Photon energies are directly proportional to the movement of the photon. This means that as the photon moves faster, its energy increases. This is known as the photon's relativistic energy.

## 2. How are photon energies and relativistic mass related?

Relativistic mass is a concept in physics that takes into account the increase in mass of an object as it approaches the speed of light. Photon energies are directly related to relativistic mass, as the energy of a photon can be thought of as its mass multiplied by the speed of light squared (E=mc^2).

## 3. What is the equation for calculating relativistic mass Q?

The equation for calculating relativistic mass Q is Q = m_0 * (1 + v^2/c^2)^1/2, where m_0 is the rest mass of the object, v is its velocity, and c is the speed of light.

## 4. How does relativistic mass affect the movement of an object?

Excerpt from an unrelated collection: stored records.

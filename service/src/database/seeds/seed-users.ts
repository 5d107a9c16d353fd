import type { EntityManager } from 'typeorm';
import type { Role } from '@crankjournal/shared-types';
import { User } from '../../modules/users/user.entity.js';
import { hashPassword } from '../../common/util/password.util.js';
import { readSample } from './samples.js';

interface SiteSample {
  demoPassword: string;
  users: { email: string; displayName: string; role: Role }[];
}

/**
 * Demo users, one or more per role, created once: matched by e-mail, an account that exists is left as it is. An
 * administrator's later changes stand (a deactivated demo account stays deactivated, a changed password stays changed).
 */
export async function seedUsers(m: EntityManager): Promise<Map<string, User>> {
  const site = readSample<SiteSample>('site.json');
  const out = new Map<string, User>();
  for (const s of site.users) {
    const existing = await m.getRepository(User).findOne({ where: { email: s.email } });
    const user =
      existing ??
      (await m.save(User, {
        email: s.email,
        displayName: s.displayName,
        role: s.role,
        active: true,
        passwordHash: await hashPassword(site.demoPassword),
      }));
    out.set(s.email, user);
  }
  return out;
}
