/**
 * Writes the demo's card images into samples/cards/ (one PNG per traced card of
 * samples/indicator-cards.json) and the trace made on each into samples/cards/traces.json.
 * Run after a build: node dist/database/seeds/draw-cards.js
 */
import { mkdirSync, writeFileSync } from 'node:fs';
import { join } from 'node:path';
import { drawIndicatorCard } from './card-image.js';
import { readCardSamples, sampleCards } from './indicator-card-samples.js';
import { SAMPLES_DIR } from './samples.js';

function main() {
  const samples = readCardSamples();
  const dir = join(SAMPLES_DIR, 'cards');
  mkdirSync(dir, { recursive: true });
  const traces: Record<string, unknown> = {};
  let n = 0;
  for (const set of samples.sets.filter((s) => s.method === 'trace')) {
    for (const card of sampleCards(samples, set)) {
      const drawn = drawIndicatorCard(card.drawing);
      writeFileSync(join(dir, `${card.name}.png`), drawn.png);
      traces[card.name] = {
        run: set.run,
        minutes: set.minutes,
        cylinder: card.cylinder,
        end: card.end,
        springPsiPerIn: card.springPsiPerIn,
        lengthIn: card.lengthIn,
        widthPx: drawn.widthPx,
        heightPx: drawn.heightPx,
        trace: drawn.trace,
      };
      n++;
    }
  }
  writeFileSync(join(dir, 'traces.json'), `${JSON.stringify(traces, null, 1)}\n`);
  console.log(`cards: ${n} images and their traces written to ${dir}`);
}
main();
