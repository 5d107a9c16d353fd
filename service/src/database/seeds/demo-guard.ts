import type { INestApplication } from '@nestjs/common';
import { DataSource } from 'typeorm';
import { AppConfig } from '../../config/app-config.service.js';

export const DEMO_EMAIL_DOMAIN = '@alderforge.example';

/** A production start refuses to run while the published demo sign-ins exist, unless ALLOW_DEMO_USERS=true. */
export async function refuseDemoUsersInProduction(app: INestApplication): Promise<void> {
  const config = app.get(AppConfig);
  if (config.get('NODE_ENV') !== 'production' || config.get('ALLOW_DEMO_USERS')) return;
  const db = app.get(DataSource);
  const [{ n }] = await db.query(`SELECT count(*)::int AS n FROM users WHERE email LIKE $1 AND active`, [`%${DEMO_EMAIL_DOMAIN}`]);
  if (n > 0) {
    await app.close();
    throw new Error(
      `Refusing to start in production: ${n} demo sign-in(s) with the published password exist. ` +
        'Deactivate them, or set ALLOW_DEMO_USERS=true if this really is a demonstration.',
    );
  }
}
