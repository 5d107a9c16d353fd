import type {
  BearingHistory,
  BearingLubricationAnalysis,
  DueList,
  EngineDetail,
  EngineLubrication,
  InspectionDto,
  InspectionPlanDto,
  OilDto,
  WorkRecordDto,
} from '@crankjournal/shared-types';
import { AppConfig } from '../src/config/app-config.service.js';
import { startTestApp, type TestApp } from './utils/test-app.js';
import { signedIn } from './utils/signed-in.js';
import { login, type SignedIn } from './factories/users.factory.js';
import { createEngine, engineBody } from './factories/engine.factory.js';
import { insertClosedRun, TINY_PDF, TINY_PNG } from './factories/maintenance.factory.js';

const DAY = 86_400_000;
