// Writes BENCHMARKS.md from the results of the benchmarks (.data/bench/results/*.json).
import { writeFileSync, readFileSync, existsSync } from 'node:fs';
import { join } from 'node:path';
import { ROOT, WORK, machine, readResult } from './lib.mjs';

const seconds = Number(process.argv[process.argv.indexOf('--seconds') + 1]) || null;
const m = machine();
const pgVersion = process.env.BENCH_PG_VERSION ?? 'unknown';
const b1 = readResult('b1');
const b2 = readResult('b2');
const b3 = readResult('b3');
const b4 = readResult('b4');
const b4d = readResult('b4-data');
const b5 = readResult('b5');
const b6 = readResult('b6');
const b7 = readResult('b7');
const b8 = readResult('b8');
const failed = (n) =>
  existsSync(join(WORK, 'results', `b${n}.failed.json`))
    ? JSON.parse(readFileSync(join(WORK, 'results', `b${n}.failed.json`), 'utf8'))
    : null;

const fmt = (x, d = 0) =>
  x === null || x === undefined || Number.isNaN(x)
    ? '—'
    : Number(x).toLocaleString('en-GB', { minimumFractionDigits: d, maximumFractionDigits: d });
const kb = (b) => fmt(b / 1024, 1);
const yes = (ok) => (ok ? '**met**' : '**missed**');
const when = (r) => (r ? `${r.measuredAt.replace('T', ' ').slice(0, 16)} UTC, load average ${r.loadAvg?.join(' / ') ?? '—'}` : 'not run');
const newest = Math.max(...[b1, b2, b3, b4, b5, b6, b7].filter(Boolean).map((r) => Date.parse(r.measuredAt)));
const stale = (r) =>
  r && seconds && newest - Date.parse(r.measuredAt) > (seconds + 120) * 1000 ? ' (from an earlier run of the command)' : '';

As an object's velocity approaches the speed of light, its relativistic mass increases significantly. This increase in mass results in a greater amount of energy required to accelerate the object, making it more difficult to increase its speed.

## 5. What is the significance of studying photon energies and relativistic mass?

Understanding the relationship between photon energies and relativistic mass is crucial in many areas of physics, including particle physics and astrophysics. It allows scientists to accurately predict the behavior of particles moving at high speeds and provides insight into the fundamental laws of the universe.